● **ASSIGNMENT**
Show only those lines of the entries where the string "enumerate" is found.

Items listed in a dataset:
----------------

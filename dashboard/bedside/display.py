"""How the bedside screen shows a number: display units, labels, ranges, digits, signs.

Shared by the parts of :class:`dashboard.bedside.state.BedsideState` (entry, fit, what-ifs).
Values are kept in the model's units (fractions, mmHg, g/dL); the session's
:class:`dashboard.case.state.CaseState` says which pressure and Hb units are shown and does
the conversion. No Panel import here.
"""

from __future__ import annotations

import dataclasses

from ...model import bedside
from ..case.state import CaseState

PERCENT_KEYS = frozenset({"sao2", "svo2", "cohb_fraction", "methb_fraction"})
"""Fractions typed and shown as percent, as co-oximeters print them."""
HB_KEYS = frozenset({"hb_g_dl"})


@dataclasses.dataclass(frozen=True)
class Row:
    """One measured or fitted value as shown: key, label, formatted value, unit."""

    key: str
    label: str
    value: str
    unit: str


def nice(x: float) -> str:
    """A number for a message: 0.6666 -> '0.667', 9000.0 -> '9000'."""
    return f"{x:.0f}" if abs(x) >= 100 else f"{x:.3g}"


def signed(value: float, digits: int) -> str:
    """'+1.2' / '−0.3', and '0.0' for a change too small to show (no '−0.0')."""
    if round(value, digits) == 0:
        return f"{0.0:.{digits}f}"
    return f"{value:+.{digits}f}".replace("-", "−")


def pressure_digits(case: CaseState) -> int:
    """Decimals of a pressure in a table: 2 in kPa, 1 in mmHg."""
    return 2 if case.pressure_unit == "kPa" else 1


def limits(key: str) -> tuple[float, float, str, str]:
    """(lo, hi, unit, label) of a measured field in model units."""
    return bedside.MEASURED_LIMITS[key]


def display_unit(case: CaseState, key: str) -> str:
    """The unit a measured field is typed and shown in ('' for a bare number)."""
    if key in PERCENT_KEYS:
        return "%"
    if key.endswith("_mmhg"):
        return case.pressure_unit
    if key in HB_KEYS:
        return case.hb_unit
    unit = limits(key)[2]
    return "" if unit in ("", "-", "fraction") else unit.replace("degC", "°C")


OWNER_LABELS = {"fio2": "FiO2 when drawn", "hb_g_dl": "Measured Hb"}
"""Form labels that say whose value this is: the Model inputs sidebar has its own FiO2 and
Hb ("Model FiO2", "Model Hb"), which only "Use fitted case" fills from these."""


def display_label(case: CaseState, key: str) -> str:
    """The form label of a measured field with its display unit."""
    label = OWNER_LABELS.get(key, limits(key)[3])
    unit = display_unit(case, key)
    if unit == "%":
        label = label.replace(" fraction", "")
    if key == "fio2":
        unit = "fraction"
    return f"{label} ({unit})" if unit else label


def to_display(case: CaseState, key: str, value: float | None) -> float | None:
    """Model units -> the unit shown, rounded for reading."""
    if value is None:
        return None
    if key in PERCENT_KEYS:
        return round(100.0 * value, 2)
    if key.endswith("_mmhg"):
        return round(case.pressure_to_display(value), pressure_digits(case))
    if key in HB_KEYS:
        shown = case.hb_to_display(value)
        return round(shown, {"g/dL": 2, "g/L": 1}.get(case.hb_unit, 2))
    return float(value)


def from_display(case: CaseState, key: str, value: float) -> float:
    """The unit shown -> model units."""
    if key in PERCENT_KEYS:
        return float(value) / 100.0
    if key.endswith("_mmhg"):
        return case.pressure_from_display(value)
    if key in HB_KEYS:
        return case.hb_from_display(value)
    return float(value)


def display_range(case: CaseState, key: str, bounds: tuple[float, float] | None = None) -> str:
    """An allowed range in display units, '1.33–100 kPa': the field's limits unless
    ``bounds`` (model units) are given."""
    lo, hi = bounds if bounds is not None else limits(key)[:2]
    unit = display_unit(case, key)
    shown = f"{nice(to_display(case, key, lo))}–{nice(to_display(case, key, hi))}"
    return shown + (f" {unit}" if unit else "")


def format_value(case: CaseState, key: str, value: float | None) -> str:
    """A measured value in its display unit with the digits a gas report uses."""
    if value is None:
        return ""
    shown = to_display(case, key, value)
    if key in PERCENT_KEYS:
        digits = 1
    elif key.endswith("_mmhg"):
        digits = 2 if case.pressure_unit == "kPa" else 0
    elif key in HB_KEYS:
        digits = 0 if case.hb_unit == "g/L" else 1
    elif key == "ph" or key == "fio2":
        digits = 2
    else:
        digits = 1 if abs(shown) < 100 else 0
    return f"{shown:.{digits}f}".replace("-", "−")
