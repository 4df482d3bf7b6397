"""The patient's gases through a shift: entered one after another, pasted, or opened.

No Panel import here. :class:`GasSeries` keeps the gases of one patient
(``model.series.Gas``: the time drawn and the measured values), derives and fits each with
``model.series.trend`` and words the trend in display units: P/F, shunt, DO2, in-vivo P50
and the arterial and venous points on the curve over the shift. A gas is fitted once: fits
are kept by gas, and the fit of the gas on the form is taken over when it is the same gas.
"""

from __future__ import annotations

import dataclasses

import numpy as np
import param

from ... import model
from ...model import series as model_series
from ...model.series import Gas
from ..case.state import PO2_GRID_MMHG, CaseState
from .entry import GasEntry
from .fit import PatientFit
from .wording import number

TREND_HEAD_KINDS = (
    # trend key, label, kind of number
    ("pao2_fio2_ratio", "P/F", "pressure"),
    ("shunt_fitted", "Shunt (fitted)", "percent"),
    ("shunt_berggren", "Shunt (Berggren)", "percent"),
    ("do2_ml_min", "DO2", "flow"),
    ("p50_invivo_mmhg", "P50 in vivo", "p50"),
    ("vo2_ml_min", "VO2", "flow"),
)
"""Numeric columns of the trend table after time, in reading order."""


@dataclasses.dataclass(frozen=True)
class TrendRow:
    """One gas of the shift as shown: time, hours from the first, values, fit verdict."""

    time: str
    hours: str
    values: tuple[str, ...]
    points: str
    verdict: str


def _key(measured: dict, curve: str) -> tuple:
    return (curve, tuple(sorted(measured.items())))


class GasSeries(param.Parameterized):
    """One patient's gases over time, each derived and fitted in turn."""

    case = param.ClassSelector(class_=CaseState, doc="The session's live case (units, curve).")
    entry = param.ClassSelector(class_=GasEntry, doc="The form a gas is added from.")
    fitting = param.ClassSelector(class_=PatientFit, doc="The fit of the gas on the form.")
    gases = param.List(default=[], doc="model.series.Gas, in the order drawn.")
    trend = param.Parameter(default=None, doc="model.series.Trend of the gases, or None.")
    gas_time = param.String(default="", label="Time drawn (HH:MM)")
    pasted = param.String(default="", label="Gases pasted as CSV (time, pao2_kpa, ...)")
    series_message = param.String(default="")

    def __init__(self, **params):
        super().__init__(**params)
        self._fits: dict[tuple, object] = {}
        self.case.param.watch(lambda _e: self._retrend(), "curve")
        self.case.param.watch(lambda _e: self.param.trigger("trend"), ["pressure_unit", "hb_unit"])

    # ------------------------------------------------------------------ fitting
    def _known_fit(self, gas: Gas):
        curve = self.case.curve
        key = _key(gas.measured, curve)
        if key in self._fits:
            return self._fits[key]
        fit = self.fitting.fit
        if fit is not None and self.entry.measured == gas.measured:
            self._fits[key] = fit
            return fit
        return None

    def _retrend(self) -> None:
        if not self.gases:
            self.trend = None
            return
        curve = self.case.curve
        known = [self._known_fit(g) for g in self.gases]
        trend = model_series.trend(self.gases, curve=curve, fits=known)
        for gas, fit in zip(trend.gases, trend.fits):
            if fit is not None:
                self._fits[_key(gas.measured, curve)] = fit
        self.trend = trend

    def _set_gases(self, gases: list[Gas], message: str) -> bool:
        try:
            checked = list(model_series.check_series(gases))
        except ValueError as exc:
            self.series_message = f"Not added: {exc}."
            return False
        self.gases = checked
        self._retrend()
        fit_errors = self.trend.fit_errors if self.trend is not None else ()
        errors = [f"{g.time}: {e}" for g, e in zip(checked, fit_errors) if e]
        if errors:
            message += " Not fitted: " + "; ".join(errors) + "."
        self.series_message = message
        return True

    # ------------------------------------------------------------------ actions
    def add_current(self) -> bool:
        """Add the accepted gas on the form at the time typed (a gas at the same time is
        replaced)."""
        if not self.entry.measured:
            self.series_message = "Calculate a measured gas first, then add it to the shift."
            return False
        if not self.gas_time.strip():
            self.series_message = "Time drawn: a value is required (the clock time, HH:MM)."
            return False
        try:
            time = model_series.check_time(self.gas_time)
        except ValueError as exc:
            self.series_message = f"Not added: {exc}."
            return False
        gas = Gas(time, dict(self.entry.measured))
        gases = list(self.gases)
        same = next((i for i, g in enumerate(gases) if g.time == time), None)
        if same is None:
            gases.append(gas)
            word = "added"
        else:
            gases[same] = gas
            word = "replaced"
        return self._set_gases(gases, f"Gas at {time} {word}: {len(gases)} gas(es) in the shift.")

    def read_pasted(self) -> bool:
        """Add the gases pasted as CSV text, after those already in the shift."""
        try:
            read = model_series.read_gas_csv(self.pasted)
        except ValueError as exc:
            self.series_message = f"Not read: {exc}."
            return False
        times = {g.time for g in read}
        kept = [g for g in self.gases if g.time not in times]
        ok = self._set_gases(
            kept + read, f"{len(read)} pasted gas(es) read: {len(kept) + len(read)} in the shift."
        )
        if ok:
            self.pasted = ""
        return ok

    def remove_gas(self, index: int) -> bool:
        if not 0 <= index < len(self.gases):
            return False
        gone = self.gases[index].time
        return self._set_gases(
            [g for i, g in enumerate(self.gases) if i != index], f"Gas at {gone} removed."
        )

    def clear_series(self) -> None:
        self.gases = []
        self.trend = None
        self.series_message = "Shift cleared."

    def restore(self, gases) -> None:
        """Replace the gases with those of an opened case (each fitted again)."""
        self._fits = {}
        if not gases:
            self.gases, self.trend, self.series_message = [], None, ""
            return
        self._set_gases(list(gases), f"{len(gases)} gas(es) of the shift opened.")

    def saved(self) -> list[Gas]:
        return list(self.gases)

    # ------------------------------------------------------------------ for views
    def _format(self, kind: str, value: float) -> str:
        return number(self.case, kind, value)

    def trend_head(self) -> list[str]:
        p = self.case.pressure_unit
        units = {"pressure": p, "p50": p, "percent": "%", "flow": "mL/min"}
        head = ["Time", "h"]
        head += [f"{label} ({units[kind]})" for _, label, kind in TREND_HEAD_KINDS]
        head += [f"PaO2, SaO2 · PvO2, SvO2 as measured ({p}, %; °C)", "Fit"]
        return head

    def trend_rows(self) -> list[TrendRow]:
        t = self.trend
        if t is None:
            return []
        rows = []
        v = t.values
        for i, gas in enumerate(t.gases):
            # As the analyser reported them (37 °C), like the gas report and the form.
            m = gas.measured
            art = f"{self._format('pressure', m['pao2_mmhg'])}, {100.0 * m['sao2']:.1f}"
            ven = ""
            if "pvo2_mmhg" in m and "svo2" in m:
                ven = f" · {self._format('pressure', m['pvo2_mmhg'])}, {100.0 * m['svo2']:.1f}"
            fit = t.fits[i]
            verdict = (
                "not fitted: " + t.fit_errors[i]
                if fit is None
                else "consistent"
                if fit.consistent
                else "does not fit together"
            )
            temp = f" ({v['temperature_c'][i]:.1f} °C)"
            rows.append(
                TrendRow(
                    gas.time,
                    f"{t.hours[i]:.1f}",
                    tuple(self._format(kind, v[key][i]) for key, _, kind in TREND_HEAD_KINDS),
                    art + ven + temp,
                    verdict,
                )
            )
        return rows

    def trend_data(self) -> dict:
        """Hours and each trend in display units (NaN where not computed), for the figures."""
        t = self.trend
        empty = np.zeros(0)
        if t is None:
            return {k: empty for k in ("hours", "pf", "shunt", "do2", "p50")} | {"time": []}
        v = t.values
        to_p = self.case.pressure_array
        return {
            "hours": np.asarray(t.hours, dtype=float),
            "time": [g.time for g in t.gases],
            "pf": to_p(v["pao2_fio2_ratio"]),
            "shunt": 100.0 * v["shunt_fitted"],
            "do2": np.asarray(v["do2_ml_min"], dtype=float),
            "p50": to_p(v["p50_invivo_mmhg"]),
        }

    def points_data(self) -> dict:
        """The measured points of every gas on the curve (display units, at the patient's
        temperature), in time order, and the latest fitted curve."""
        t = self.trend
        out = {"arterial": ([], [], []), "venous": ([], [], []), "curve": None, "x_max": None}
        if t is None:
            return out
        v = t.values
        to_p = self.case.pressure_array
        times = [g.time for g in t.gases]
        out["arterial"] = (list(to_p(v["arterial_po2_mmhg"])), list(100 * v["arterial_so2"]), times)
        ok = np.isfinite(v["venous_po2_mmhg"])
        out["venous"] = (
            list(to_p(v["venous_po2_mmhg"][ok])),
            list(100 * v["venous_so2"][ok]),
            [s for s, keep in zip(times, ok) if keep],
        )
        last = next((f for f in reversed(t.fits) if f is not None), None)
        if last is not None:
            so2 = model.saturation(PO2_GRID_MMHG, **last.result.arterial_conditions)
            out["curve"] = (to_p(PO2_GRID_MMHG), 100.0 * np.asarray(so2, dtype=float))
        top = np.nanmax(to_p(v["arterial_po2_mmhg"])) if len(times) else 0.0
        out["x_max"] = max(float(to_p(PO2_GRID_MMHG[-1])), 1.08 * float(top))
        return out
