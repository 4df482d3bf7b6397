"""The plans and the shift's gases as sections of the printable summary page.

Read from :class:`dashboard.bedside.state.BedsideState` (already in display units and words);
laid out as plain HTML tables in the page's own style (``summary.PAGE_CSS``).
"""

from __future__ import annotations

import html

from .state import BedsideState


def _esc(value) -> str:
    return html.escape(str(value))


def plans_section(state: BedsideState) -> str:
    """'Plans' heading, each plan's changes, and the side-by-side table (or a line saying
    why there is none)."""
    stack = state.plan_stack
    if not stack.plans:
        return "<h2>Plans</h2><p class='meta'>No plans.</p>"
    names = stack.column_names()
    steps = "".join(
        f"<li><b>{_esc(plan.name)}</b>: {_esc('; '.join(stack.steps_text(i)) or 'no changes')}</li>"
        for i, plan in enumerate(stack.plans)
    )
    rows = stack.compare_rows()
    if not rows:
        return (
            f"<h2>Plans</h2><ul class='meta'>{steps}</ul>"
            "<p class='meta'>Not solved: the model was not fitted.</p>"
        )
    head = "".join(f"<th>{_esc(h)}</th>" for h in ["Quantity", "Unit", *names])
    body = []
    for row in rows:
        cells = []
        for j, cell in enumerate(row.cells):
            text = _esc(cell.value)
            if j and cell.delta:
                text += f" ({_esc(cell.delta)})"
            if cell.spread:
                text += f"<br><span class='src'>models {_esc(cell.spread)}</span>"
            cells.append(f"<td class='num'>{text}</td>")
        body.append(f"<tr><td>{_esc(row.label)}</td><td>{_esc(row.unit)}</td>{''.join(cells)}</tr>")
    return (
        f"<h2>Plans from the fitted case</h2><ul class='meta'>{steps}</ul>"
        f"<table class='o2-sum-plans'><tr>{head}</tr>{''.join(body)}</table>"
        "<p class='meta'>Plan columns: value (change from the patient). 'models': lowest–highest "
        "of the four curve models. PaO2 and PvO2 as read at 37 °C.</p>"
    )


def series_section(state: BedsideState) -> str:
    """'Gases through the shift' heading and the trend table (or a line saying there are none)."""
    series = state.series
    rows = series.trend_rows()
    if not rows:
        return "<h2>Gases through the shift</h2><p class='meta'>No gases of the shift kept.</p>"
    head = "".join(f"<th>{_esc(h)}</th>" for h in series.trend_head())
    body = "".join(
        f"<tr><td>{_esc(r.time)}</td><td class='num'>{_esc(r.hours)}</td>"
        + "".join(f"<td class='num'>{_esc(v)}</td>" for v in r.values)
        + f"<td>{_esc(r.points)}</td><td>{_esc(r.verdict)}</td></tr>"
        for r in rows
    )
    return (
        f"<h2>Gases through the shift</h2><table class='o2-sum-trend'><tr>{head}</tr>{body}</table>"
    )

----------------

● **SOLUTION FOR THIS EXERCISE**
        same = next((i for i, g in enumerate(gases) if g.time == time), None)
            [g for i, g in enumerate(self.gases) if i != index], f"Gas at {gone} removed."
        for i, gas in enumerate(t.gases):
        for i, plan in enumerate(stack.plans)
        for j, cell in enumerate(row.cells):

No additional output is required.